Unsichere suchen Unsichere

Wie harmonisch eine Partnerschaft verläuft, hängt unter anderem vom Bindungsstil der Beteiligten ab, einer Art Blaupause für Beziehungen, die jeder Mensch bereits in der Kindheit anlegt. Als „sicher gebunden“ gelten Menschen, die sich vertrauensvoll öffnen können, ohne ihre Eigenständigkeit aufzugeben. Sie haben keine Angst vor Nähe, geraten aber auch nicht in Panik, wenn die Bezugsperson gerade nicht verfügbar ist. Eine unsichere Bindung hingegen kann sich auf verschiedene Arten zeigen. „Unsicher-vermeidend“ Gebundenen etwa fällt es schwer, Nähe zuzulassen, während „unsicher-ängstlich“ Gebundene schnell fürchten, den Menschen, den sie lieben, wieder zu verlieren.

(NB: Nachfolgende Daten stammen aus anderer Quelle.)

"""Shipped profiles, and a way to change one line of them."""

from __future__ import annotations

from pathlib import Path
from typing import TYPE_CHECKING

import pytest

from gyrecut.airflow.air import air_state
from gyrecut.profile import load_profile
from gyrecut.profile.dust import dust_of
from gyrecut.proportions.proportioning import proportion

if TYPE_CHECKING:
    from gyrecut.profile import Profile
    from gyrecut.proportions.dimensions import Dimensions

PROFILES = Path(__file__).parents[2] / "profiles"


def shipped(name: str) -> Profile:
    """A shipped profile at its target flow: what a source would make of it is not asked here."""
    profile = load_profile(PROFILES / f"{name}.yaml")
    return profile.model_copy(update={"air": profile.air.model_copy(update={"source": None})})


def with_stage(profile: Profile, **changes: object) -> Profile:
    plain = {"inlet_velocity": None, "body_diameter": None, "cut_size": None, "fit_pieces": None}
    stage = profile.stages[0].model_copy(update=plain | changes)
    return profile.model_copy(update={"stages": (stage,)})


def with_printer(profile: Profile, **changes: object) -> Profile:
    return profile.model_copy(update={"printer": profile.printer.model_copy(update=changes)})


def with_hose(profile: Profile, **changes: object) -> Profile:
    hose = profile.air.hose.model_copy(update=changes)
    return profile.model_copy(update={"air": profile.air.model_copy(update={"hose": hose})})


def dimensions_of(profile: Profile) -> Dimensions:
    air = air_state(293.15, altitude=0.0, relative_humidity=0.5)
    stage, flow = profile.stages[0], profile.air.flow
    assert flow is not None
    return proportion(profile, stage, flow=flow / stage.count, air=air, dust=dust_of(profile.dust))


@pytest.fixture
def luthier() -> Profile:
    return shipped("luthier-sander")


@pytest.fixture
def joinery() -> Profile:
    return shipped("joinery-planer")


@pytest.fixture(params=["luthier-sander", "joinery-planer", "casting-bench"])
def each(request: pytest.FixtureRequest) -> Profile:
    return shipped(request.param)
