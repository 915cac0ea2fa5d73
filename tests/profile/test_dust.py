"""The dust a profile means, and its sizes against the distributions that separation uses."""

from __future__ import annotations

from typing import Any

import pytest

from gyrecut.catalogue import dusts
from gyrecut.correlations.size_distributions import (
    RosinRammler,
    SieveTable,
    equivalent_log_normal,
)
from gyrecut.profile.dust import UNKNOWN_SHAPE_FACTOR, dust_of
from gyrecut.profile.models import DustFeed

OWN = {"particle_density": "700 kg/m3", "bulk_density": "150 kg/m3", "largest_chip": "5 mm"}


def dust(**keys: Any) -> DustFeed:  # noqa: ANN401 - as a person writes them
    return DustFeed.model_validate(keys)


def test_a_kind_alone_is_the_row_of_the_catalogue() -> None:
    assert dust_of(dust(kind="plaster")) == dusts()["plaster"]


def test_own_values_stand_before_those_of_the_kind() -> None:
    meant = dust_of(dust(kind="plaster", median="20 um", shape_factor=1.5))
    assert (meant.median, meant.shape_factor) == (20e-6, 1.5)
    assert (meant.spread, meant.cake_resistance) == (2.5, dusts()["plaster"].cake_resistance)


def test_an_own_dust_is_taken_for_the_worse() -> None:
    meant = dust_of(dust(**OWN, median="30 um", spread=2.5))
    assert meant.combustible
    assert meant.shape_factor == UNKNOWN_SHAPE_FACTOR > 1
    assert meant.cake_resistance == max(row.cake_resistance for row in dusts().values())
    assert dust_of(dust(**OWN, median="30 um", spread=2.5, shape_factor=1)).shape_factor == 1


def test_log_normal_sizes_are_the_same_as_median_and_spread() -> None:
    short = dust_of(dust(kind="saw-dust", median="30 um", spread=2.5))
    of = {"kind": "log-normal", "median": "30 um", "spread": 2.5}
    long = dust_of(dust(kind="saw-dust", distribution=of))
    assert long.median == pytest.approx(short.median, rel=1e-14)
    assert long.spread == pytest.approx(short.spread, rel=1e-14)


def test_rosin_rammler_sizes_become_the_nearest_median_and_spread() -> None:
    of = {"kind": "rosin-rammler", "size": "50 um", "exponent": 1.2}
    meant = dust_of(dust(**OWN, distribution=of))
    nearest = equivalent_log_normal(RosinRammler(size=50e-6, exponent=1.2))
    assert meant.median == pytest.approx(nearest.median, rel=1e-12)
    assert meant.spread == pytest.approx(nearest.spread, rel=1e-12)


@pytest.mark.parametrize(
    ("sizes", "undersize"),
    [
        ((20, 63, 125, 250), (5, 20, 70, 99)),
        ((63, 125), (40, 60)),  # both ends of the middle 68 % lie beyond the sieves
        ((10, 63, 125, 250), (0, 20, 84, 100)),
        ((63, 125, 250), (60, 80, 90)),
    ],
)
def test_sieves_become_the_nearest_median_and_spread(
    sizes: tuple[int, ...], undersize: tuple[int, ...]
) -> None:
    of = {
        "kind": "sieve",
        "sizes": [f"{size} um" for size in sizes],
        "undersize": [f"{share} %" for share in undersize],
    }
    meant = dust_of(dust(kind="saw-dust", distribution=of))
    table = SieveTable(
        sizes=tuple(size * 1e-6 for size in sizes),
        undersizes=tuple(share / 100 for share in undersize),
    )
    nearest = equivalent_log_normal(table)
    assert meant.median == pytest.approx(nearest.median, rel=1e-12)
    assert meant.spread == pytest.approx(nearest.spread, rel=1e-12)
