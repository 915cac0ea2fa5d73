"""A good profile to spoil, and a folder to read it from under a short name."""

from __future__ import annotations

from pathlib import Path
from typing import TYPE_CHECKING

import pytest

from gyrecut.errors import PROFILE_INVALID
from gyrecut.profile import ProfileError, load_profile

if TYPE_CHECKING:
    from collections.abc import Callable, Mapping

HERE = Path(__file__).parent


@pytest.fixture
def good() -> str:
    return (HERE / "good.yaml").read_text(encoding="utf-8")


@pytest.fixture
def write(
    tmp_path: Path, monkeypatch: pytest.MonkeyPatch
) -> Callable[[Mapping[str, str | bytes]], None]:
    """Write files into a new folder and go there, so that messages name no machine's paths."""
    (tmp_path / "shop").mkdir()
    monkeypatch.chdir(tmp_path / "shop")

    def write_files(files: Mapping[str, str | bytes]) -> None:
        for name, content in files.items():
            path = Path(name)
            path.parent.mkdir(parents=True, exist_ok=True)
            path.write_bytes(content.encode() if isinstance(content, str) else content)

    return write_files


@pytest.fixture
def refusal(
    write: Callable[[Mapping[str, str | bytes]], None],
) -> Callable[[Mapping[str, str | bytes]], str]:
    """Write files, read broken.yaml, and give the whole message of its refusal."""

    def refusal_of(files: Mapping[str, str | bytes]) -> str:
        write(files)
        with pytest.raises(ProfileError) as caught:
            load_profile(Path("broken.yaml"))
        assert caught.value.exit_code == PROFILE_INVALID
        places = [(p.place.source.order, p.line, p.column) for p in caught.value.problems]
        assert places == sorted(places)
        return str(caught.value)

    return refusal_of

Heute weiß man: Wer mit wem zusammenkommt, ist oft kein Zufall. Sicher und sicher gesellt sich gern, unsicher gebundene Menschen suchen sich häufig eine Person, die einen ähnlichen Grad an Bindungsproblemen mitbringt. Eine Kombination sei dabei typisch, sagt Christian Roesler, Paartherapeut und Professor für klinische Psychologie an der Katholischen Hochschule Freiburg: „Mit am häufigsten sehen wir in der Therapie Paare, von denen eine Person unsicher- vermeidend, die andere unsicher-ängstlich gebunden ist. Hier ziehen sich Gegensätze an.“

Heißt: In konfliktreichen Beziehungen leidet häufig eine Person unter Verlust­angst. Sie benötigt viel Bestätigung, um sich sicher zu fühlen. Der Partner jedoch – tatsächlich nehmen diese Rolle eher Männer ein – wird umso kühler und abweisender, je mehr er sich bedrängt fühlt. Die Folge ist mitunter ein Teufelskreis aus Klammern und Mauern, der die Beziehung zu zerstören droht.

Ein wichtiger Blick auf die Qualifikation

Doch mit professioneller Hilfe lässt er sich durchbrechen. Hilfe für Paare hat verschiedene Namen. Ob sich ein Angebot Paartherapie, Paarberatung oder Paarcoaching nennt, sagt nicht unbedingt etwas über Umfang und Qualität aus. Einige Anbieterinnen und Anbieter entscheiden sich schlicht für den Begriff „Beratung“ oder „Coaching“, weil manche Paare damit weniger Berührungsängste haben. Da die Bezeichnungen „Paartherapeutin“, „Paarberater“ oder „Paarcoach“ keine geschützten Begriffe sind, sich also im Prinzip jede und jeder so nennen kann, sollte man sich allerdings ein genaues Bild von der Qualifikation der Person machen, der man die eigene Beziehung anvertraut.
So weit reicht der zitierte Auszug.